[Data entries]
# # # #

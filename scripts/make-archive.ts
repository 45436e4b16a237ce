/**
 * Generates an archive of N sessions for the bench and the build tests by varying the demo
 * sessions: new ids and titles, and small offsets on measured wavelengths and screen offsets,
 * from a fixed seed (same N and seed ⇒ same files).
 *   tsx scripts/make-archive.ts OUT_DIR [N] [SEED]
 */

import { copyFileSync, mkdirSync, readdirSync, readFileSync, writeFileSync } from 'node:fs';
import { dirname, join, resolve } from 'node:path';
import { fileURLToPath } from 'node:url';
import { mulberry32 } from '../test/helpers/random.js';

const DEMO = resolve(dirname(fileURLToPath(import.meta.url)), '..', 'data', 'sessions');

function vary(text: string, n: number, next: () => number): string {
  const tag = `a${String(n).padStart(4, '0')}`;
  let inLines = false;
  return text
    .split('\n')
    .map((line) => {
      if (/^\S/.test(line)) inLines = /^lines:/.test(line);
      let out = line
        .replace(/^id: (\S+)/, (_m, id: string) => `id: ${id}-${tag}`)
        .replace(/^title: (.*)$/, (_m, t: string) => `title: ${t.replace(/^"|"$/g, '')} (${tag})`);
      if (inLines) {
        const shift = (re: RegExp, size: number) => {
          out = out.replace(re, (_m, key: string, num: string) => {
            const decimals = Math.max(2, (num.split('.')[1] ?? '').length);
            return `${key}${(Number(num) + (next() - 0.5) * size).toFixed(decimals)}`;
          });
        };
        shift(/(\bwavelength: )(\d+(?:\.\d+)?)/, 0.1);
        shift(/(\b(?:offset_mm|separation_mm): )(\d+(?:\.\d+)?)/, 0.2);
      }
      return out;
    })
    .join('\n');
}

export function makeArchive(outDir: string, count = 500, seed = 20260314): string[] {
  const demos = readdirSync(DEMO)
    .filter((n) => n.endsWith('.yaml'))
    .sort()
    .map((n) => ({ name: n, text: readFileSync(join(DEMO, n), 'utf8') }));
  const next = mulberry32(seed);
  mkdirSync(outDir, { recursive: true });
  // Recorded profiles the demo sessions name (CSV, FITS) sit beside their copies.
  for (const n of readdirSync(DEMO).filter((x) => !x.endsWith('.yaml')))
    copyFileSync(join(DEMO, n), join(outDir, n));
  const written: string[] = [];
  for (let n = 0; n < count; n++) {
    const demo = demos[n % demos.length] as { name: string; text: string };
    const file = join(outDir, `${String(n).padStart(4, '0')}-${demo.name}`);
    writeFileSync(file, vary(demo.text, n, next));
    written.push(file);
  }
  return written;
}

if (process.argv[1] && resolve(process.argv[1]) === fileURLToPath(import.meta.url)) {
  const [out, count, seed] = process.argv.slice(2);
  if (!out) {
    process.stderr.write('usage: tsx scripts/make-archive.ts OUT_DIR [N] [SEED]\n');
    process.exit(2);
  }
  const files = makeArchive(out, count ? Number(count) : 500, seed ? Number(seed) : undefined);
  process.stdout.write(`wrote ${files.length} sessions into ${out}\n`);
}
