/** Where the bundled data lives: apart from the catalog reader, so that finding it loads no parser. */
import { dirname, resolve } from 'node:path';
import { fileURLToPath } from 'node:url';

/** The package's own data/ folder, found from this module's location (src/ or dist/). */
export function bundledDataDir(): string {
  return resolve(dirname(fileURLToPath(import.meta.url)), '..', '..', 'data');
}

# # # #

# Task objective:
Each line of the entries above that contains "text" must be copied into the answer.

# Answer to the exercise:
function vary(text: string, n: number, next: () => number): string {
  return text
    .map((n) => ({ name: n, text: readFileSync(join(DEMO, n), 'utf8') }));
    const demo = demos[n % demos.length] as { name: string; text: string };
    writeFileSync(file, vary(demo.text, n, next));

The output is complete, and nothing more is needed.